Now you know how to calculate an embedding vector from input text. However, you will also probably want to calculate embeddings for batches of data at once. The code snippet below gives an example of how you could calculate embedding vectors representing sentences in a sentiment classification problem, for input batches.
And there you have it, this is how we chose to calculate embedding vectors, representing input sentences, in a sentiment classification problem.

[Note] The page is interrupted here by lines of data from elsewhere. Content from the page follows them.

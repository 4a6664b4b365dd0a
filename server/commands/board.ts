import { randomUUID } from 'node:crypto';
import { In, type EntityManager } from 'typeorm';
import { findStep } from '../../shared/board/apply.js';
import { readingOutOfLimit, readingsBlockingRelease } from '../../shared/board/readings.js';
import { CHECK_FAILURES_BEFORE_REVIEW, CHECK_RETRY_MS, checkRetryAt, holdGatesBoomMovement, holdGatesCraneMovement, stepNeedsFreshWeather, stepsAfter, stepsNeededFirst, weatherOverLimit, weatherVerdict, windPhase } from '../../shared/board/rules.js';
import type { BoardStage, BoardState } from '../../shared/board/types.js';
import { holdsNeedPeople, protectsMandatoryHold, revisionProblems } from '../../shared/plan/index.js';
import { actingSupervisorCommands, commandsBeforeBriefing, commandsWhileMadeSafe, commandsWhileMakingSafe, commandsWhileStopped, type BoardCommand } from '../../shared/schemas/commands.js';
import { briefingShift, handoverFacts, isActingSupervisor, isBriefed, makeSafeChecklist, shiftEndBlockers, shiftOf, shiftStartMissing } from '../../shared/board/shifts.js';
import { JobOverride } from '../entities/JobOverride.js';
import { siteDateTime, siteTime } from '../../shared/time.js';
import { authorizeBoardCommand, boardCommandRoles } from '../policies/index.js';
import type { CrewRole } from '../../shared/schemas/jobs.js';
import { valueCheckFieldLabels } from '../../shared/schemas/plan.js';
import type { AppContext } from '../context.js';
import { Component } from '../entities/Component.js';
import { JobCrew } from '../entities/JobCrew.js';
import { JobEvent } from '../entities/JobEvent.js';
import type { Job } from '../entities/Job.js';
import { JobPlan } from '../entities/JobPlan.js';
import { Upload } from '../entities/Upload.js';
import { User } from '../entities/User.js';
import { badRequest, HttpError } from '../errors.js';
import { redactPlan } from '../presenters/plan.js';
import { crewRolesOf } from '../queries/crew.js';
import { referencePlan, withFreshBriefing } from '../queries/plans.js';
import { recordAsBuilt } from './as-built.js';
import { identityKey, recordInspection } from './fleet.js';
import type { EventData, EventDraft } from '../../shared/events/log.js';
import { runJobCommand, type CommandOutcome } from './job-writer.js';
import { attachUploads } from './uploads.js';

/** A resume is refused this long after a stop was pressed again (common practice, no source: the time to see a press on the board and ask why). */
export const RESUME_AFTER_PRESS_MS = 10_000;

const refuse = (status: number, code: string, message: string, fields?: { path: string; message: string }[]) => new HttpError(status, code, message, fields);
const invalidState = (message: string) => refuse(409, 'invalid_state', message);

/**
 * The one way in for a board command, whatever the transport (POST /api/jobs/:jobId/commands and
 * the socket's `board:command` both call it). Inside the command writer's queued transaction it
 * reads the person's crew roles, asks the policy (`authorizeBoardCommand`: in the crew at all,
 * and a role that sends this command), then checks the state and the rules, and returns the event
 * it produced (or the first answer for a repeated command id). A failed blind value check is
 * recorded as its own event and then answered as a refusal (a repeated command id gets the same
 * refusal).
 */
export async function runBoardCommand(context: AppContext, actor: User, jobId: string, command: BoardCommand): Promise<CommandOutcome> {
  const outcome = await runJobCommand(context, jobId, { commandId: command.commandId, body: command, actor }, async (manager, job) => {
    // Read under the queue, so a crew change committed before this command counts.
    const roles = authorizeBoardCommand(actor, command.type, await crewRolesOf(manager, job.id, actor.id));
    const board = job.board;
    if (!board) throw invalidState('This job has no board yet.');
    if (board.job.state === 'complete' || board.job.state === 'cancelled') {
      throw refuse(409, 'job_closed', `The job is ${board.job.state}: its board is read-only and its record is closed. Stop any movement by radio and signal.`);
    }
    if (board.job.state === 'made_safe' && !commandsWhileMadeSafe.has(command.type)) {
      const safe = shiftOf(board).makeSafe?.madeSafe;
      throw refuse(
        409,
        'made_safe',
        `The job was made safe${safe ? ` on ${siteDateTime(safe.at, job.timeZone)} (last item by ${safe.name})` : ''}. No work until the acting supervisor releases the start-of-shift hold: the shift inspection, the operator’s and supervisor’s acknowledgments, everyone’s briefing and a fresh weather reading.`,
      );
    }
    if (board.job.state === 'stopped' && !commandsWhileStopped.has(command.type)) {
      throw refuse(409, 'job_stopped', 'The job is stopped. Only the supervisor’s resume (after a fresh weather reading), stop notes, weather readings, defect reports, briefings, the handover and making safe are accepted.');
    }
    if (shiftOf(board).phase === 'making_safe' && !commandsWhileMakingSafe.has(command.type)) {
      throw refuse(409, 'making_safe', 'The shift is ending: the crew is making the crane safe. No work until the next shift starts; finish the make-safe checklist.');
    }
    if (board.planVersion > 0 && !commandsBeforeBriefing.has(command.type) && !isBriefed(board, actor.id)) {
      throw refuse(409, 'briefing_required', `Acknowledge the briefing for plan version ${board.planVersion}, shift ${briefingShift(board)}, first: nobody acts on the board before they have been briefed for the shift.`);
    }
    if (actingSupervisorCommands.has(command.type)) requireActing(board, actor, actingWords[command.type] ?? 'does that');
    const ctx: HandlerContext = { context, manager, job, board, actor, roles, now: context.now() };
    return handlers[command.type](ctx, command as never);
  });
  if (outcome.event.type === 'hold.check.failed') throw checkFailedRefusal(outcome.event.data);
  return outcome;
}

As we discussed above, even within the same use case, there are many opportunities for design decisions. In our sentiment classification tutorial, we have a function like the one above with more ways of computing embeddings implemented – check it out!.
To learn more about how to generate embeddings in other NLP use cases or in computer vision, check Arize’s example tutorials in the company’s documentation.
How Can You Help Make AI More Transparent?
Many times, knowing the architecture of a model is not enough to know a-priori how it’s going to perform on a specific use-case. Arize allows you to observe your model’s performance, see how it interacts with your data, and visualize your dataset’s topological structure. Arize can help you identify problems that were not possible to notice before, allowing you to report back to the community and make public changes to your dataset and/or model in a public setting such as the Hugging Face Hub.
Using Hugging Face
Hugging Face’s Hub has thousands of models and datasets, open sourced for you to see and use. If you are working on a specific use-case, you may detect problems with the way the data was sourced, problems with the data itself, possible improvements on the model, etc. Making these observations and possible improvements public is a fantastic way to help the community strive for better AI.